**Instructions to follow**
Go through the entries, filter for the word "person", and copy every line that has it.

(Saved data entries)
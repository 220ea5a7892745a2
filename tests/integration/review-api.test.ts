// GET routes for page loads: pins with filters, one pin's thread, and the signed-in person's notifications.
import { randomUUID } from "node:crypto";
import { afterAll, beforeAll, describe, expect, it } from "vitest";
import { GET as listPins } from "@/app/api/projects/[projectId]/pins/route";
import { GET as listComments } from "@/app/api/projects/[projectId]/pins/[pinId]/comments/route";
import { GET as listNotifications } from "@/app/api/notifications/route";
import { PATCH as markRead } from "@/app/api/notifications/[notificationId]/route";
import { postComment } from "@/lib/commands/post-comment";
import { createPin } from "@/lib/commands/create-pin";
import { closeDb, requireIntegrationEnv } from "../support/db";
import { createProjectFixture, type ProjectFixture } from "../support/fixtures";
import { buildRequest, routeContext } from "../support/session";

let project: ProjectFixture;
let memberPinId: string;

beforeAll(async () => {
  requireIntegrationEnv();
  project = await createProjectFixture("review-api");
  const { architect, mep_engineer: mep } = project.users;
  memberPinId = randomUUID();
  await createPin({
    projectId: project.projectId,
    authorId: architect.id,
    authorName: architect.name,
    input: { id: memberPinId, anchor: { kind: "member", id: "TC-3" }, revisionId: null, title: "Top chord splice", discipline: "structural", body: "Where is the splice?" },
  });
  await createPin({
    projectId: project.projectId,
    authorId: mep.id,
    authorName: mep.name,
    input: { id: randomUUID(), anchor: { kind: "point", point: [1, 2, 3] }, revisionId: null, title: "Riser here", discipline: "mep" },
  });
  await postComment({ id: randomUUID(), projectId: project.projectId, pinId: memberPinId, authorId: mep.id, authorName: mep.name, body: `@${architect.name} at node N-12.`, kind: "comment" });
});
afterAll(closeDb);

const pinsUrl = (query = "") => `/api/projects/${project.projectId}/pins${query}`;

describe("GET /api/projects/[projectId]/pins", () => {
  it("answers 401 signed out and 404 to outsiders", async () => {
    expect((await listPins(await buildRequest(pinsUrl()), routeContext({ projectId: project.projectId }))).status).toBe(401);
    const outsider = await listPins(await buildRequest(pinsUrl(), { user: project.users.outsider }), routeContext({ projectId: project.projectId }));
    expect(outsider.status).toBe(404);
  });

  it("lists pins for any member, filtered by discipline, author and state", async () => {
    const all = await listPins(await buildRequest(pinsUrl(), { user: project.users.viewer }), routeContext({ projectId: project.projectId }));
    expect((await all.json()).pins).toHaveLength(2);
    const mep = await listPins(await buildRequest(pinsUrl("?discipline=mep"), { user: project.users.viewer }), routeContext({ projectId: project.projectId }));
    expect((await mep.json()).pins.map((p: { title: string }) => p.title)).toEqual(["Riser here"]);
    const byAuthor = await listPins(
      await buildRequest(pinsUrl(`?authorId=${project.users.architect.id}&state=open`), { user: project.users.viewer }),
      routeContext({ projectId: project.projectId }),
    );
    expect((await byAuthor.json()).pins).toMatchObject([{ id: memberPinId, anchor: { kind: "member", id: "TC-3" }, commentCount: 2 }]);
  });

  it("answers 400 with issues for an unknown filter value", async () => {
    const response = await listPins(await buildRequest(pinsUrl("?state=pending"), { user: project.users.viewer }), routeContext({ projectId: project.projectId }));
    expect(response.status).toBe(400);
    expect((await response.json()).issues[0].path).toBe("state");
  });
});

describe("GET /api/projects/[projectId]/pins/[pinId]/comments", () => {
  it("returns the thread oldest first, and 404 for a pin of another project", async () => {
    const url = `/api/projects/${project.projectId}/pins/${memberPinId}/comments`;
    const response = await listComments(await buildRequest(url, { user: project.users.owner }), routeContext({ projectId: project.projectId, pinId: memberPinId }));
    const body = await response.json();
    expect(body.comments.map((c: { body: string }) => c.body)).toEqual(["Where is the splice?", `@${project.users.architect.name} at node N-12.`]);
    const other = await createProjectFixture("review-api-other");
    const foreign = await listComments(
      await buildRequest(`/api/projects/${other.projectId}/pins/${memberPinId}/comments`, { user: other.users.owner }),
      routeContext({ projectId: other.projectId, pinId: memberPinId }),
    );
    expect(foreign.status).toBe(404);
  });
});

describe("/api/notifications", () => {
  it("lists the mention for the person named, and marks it read only for them", async () => {
    expect((await listNotifications(await buildRequest("/api/notifications"), undefined)).status).toBe(401);
    const response = await listNotifications(await buildRequest("/api/notifications?unread=1", { user: project.users.architect }), undefined);
    const { notifications } = await response.json();
    expect(notifications).toMatchObject([{ kind: "mention", readAt: null, payload: { pinId: memberPinId, byName: project.users.mep_engineer.name } }]);
    const id = notifications[0].id;
    const byOther = await markRead(await buildRequest(`/api/notifications/${id}`, { method: "PATCH", body: { read: true }, user: project.users.owner }), routeContext({ notificationId: id }));
    expect(byOther.status).toBe(404);
    const mine = await markRead(await buildRequest(`/api/notifications/${id}`, { method: "PATCH", body: { read: true }, user: project.users.architect }), routeContext({ notificationId: id }));
    expect((await mine.json()).notification.readAt).not.toBeNull();
    const unread = await listNotifications(await buildRequest("/api/notifications?unread=1", { user: project.users.architect }), undefined);
    expect((await unread.json()).notifications).toEqual([]);
  });
});
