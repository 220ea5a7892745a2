// Issue 17 item 16: the project overview says where the review stands (threads by state, the revision under review
// and its clashes by outcome, the last session). The counts are checked against rows this test writes itself.
import { randomUUID } from "node:crypto";
import { afterAll, beforeAll, describe, expect, it } from "vitest";
import { getDb } from "@/db/client";
import { getReviewState } from "@/db/queries/review-state";
import { clashes, modelRevisions, pins, reviewSessions } from "@/db/schema";
import { generateRoof } from "@/lib/analysis/generator";
import { closeDb, requireIntegrationEnv } from "../support/db";
import { createProjectFixture, type ProjectFixture } from "../support/fixtures";

let fx: ProjectFixture;
let other: ProjectFixture;

async function addRevision(projectId: string, number: number, isCurrent: boolean) {
  const model = generateRoof({ name: `r${number}`, spanX: 6, spanY: 6, module: 3, depth: 1.5 });
  const [row] = await getDb()
    .insert(modelRevisions)
    .values({ projectId, number, name: `r${number}`, model, source: "generated", memberCount: model.members.length, isCurrent })
    .returning();
  return row.id;
}

function clash(projectId: string, revisionId: string, key: string, extra: Partial<typeof clashes.$inferInsert> = {}) {
  return { projectId, revisionId, clashKey: key, memberId: "D-0-0-SW", runId: "SA-01", segmentIndex: 0, kind: "hard" as const, gap: -0.01, depth: 0.01, requiredClearance: 0.05, pointX: 0, pointY: 0, pointZ: 1, ...extra };
}

beforeAll(async () => {
  requireIntegrationEnv();
  fx = await createProjectFixture("review-state");
  other = await createProjectFixture("review-state-other");
  const db = getDb();
  const current = await addRevision(fx.projectId, 1, true);
  const newer = await addRevision(fx.projectId, 2, false);
  await db.insert(clashes).values([
    clash(fx.projectId, current, "a"),
    clash(fx.projectId, current, "b", { outcome: "reroute_run" }),
    clash(fx.projectId, current, "c", { outcome: "reroute_run", recheckReason: "now carries 12.4 kN in wind uplift" }),
    clash(fx.projectId, current, "d", { outcome: "opening_accepted", status: "closed" }),
    // On the newer revision, which is not the one under review: not counted.
    clash(fx.projectId, newer, "e", { outcome: "opening_refused" }),
  ]);
  const pin = (projectId: string, authorId: string, state: "open" | "answered" | "closed") => ({ id: randomUUID(), projectId, anchorKind: "member" as const, anchorId: "D-0-0-SW", title: "Can this go?", state, discipline: "mep" as const, authorId });
  await db.insert(pins).values([pin(fx.projectId, fx.users.architect.id, "open"), pin(fx.projectId, fx.users.architect.id, "open"), pin(fx.projectId, fx.users.mep_engineer.id, "closed"), pin(other.projectId, other.users.architect.id, "answered")]);
  await db.insert(reviewSessions).values([
    { projectId: fx.projectId, presenterId: fx.users.owner.id, startedAt: new Date("2026-11-30T09:00:00Z"), endedAt: new Date("2026-11-30T10:00:00Z") },
    { projectId: fx.projectId, presenterId: fx.users.structural_engineer.id, startedAt: new Date("2026-12-01T09:00:00Z"), endedAt: new Date("2026-12-01T11:30:00Z") },
  ]);
});

afterAll(async () => {
  await closeDb();
});

describe("getReviewState", () => {
  it("counts threads, the current revision's active clashes by outcome and re-checks, and names the last session", async () => {
    const state = await getReviewState({ db: getDb(), projectId: fx.projectId });
    expect(state.threads).toEqual({ open: 2, answered: 0, closed: 1 });
    expect(state.revision).toMatchObject({ number: 1, name: "r1", isCurrent: true });
    expect(state.clashes.total).toBe(3);
    expect(state.clashes.needsAnotherLook).toBe(1);
    expect(Object.fromEntries(state.clashes.byOutcome.map((row) => [String(row.outcome), row.count]))).toEqual({ null: 1, reroute_run: 2 });
    expect(state.lastSession).toEqual({ presenterName: fx.users.structural_engineer.name, startedAt: "2026-12-01T09:00:00.000Z", endedAt: "2026-12-01T11:30:00.000Z" });
  });

  it("falls back to the newest revision when none is current, and is empty for a project with nothing yet", async () => {
    await addRevision(other.projectId, 1, false);
    await addRevision(other.projectId, 2, false);
    const state = await getReviewState({ db: getDb(), projectId: other.projectId });
    expect(state.revision).toMatchObject({ number: 2, isCurrent: false });
    expect(state.threads).toEqual({ open: 0, answered: 1, closed: 0 });
    expect(state.clashes).toEqual({ byOutcome: [], needsAnotherLook: 0, total: 0 });
    expect(state.lastSession).toBeNull();
    const empty = await createProjectFixture("review-state-empty");
    expect(await getReviewState({ db: getDb(), projectId: empty.projectId })).toEqual({ threads: { open: 0, answered: 0, closed: 0 }, revision: null, clashes: { byOutcome: [], needsAnotherLook: 0, total: 0 }, lastSession: null });
  });
});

**Exercise result**
// GET routes for page loads: pins with filters, one pin's thread, and the signed-in person's notifications.
  it("lists the mention for the person named, and marks it read only for them", async () => {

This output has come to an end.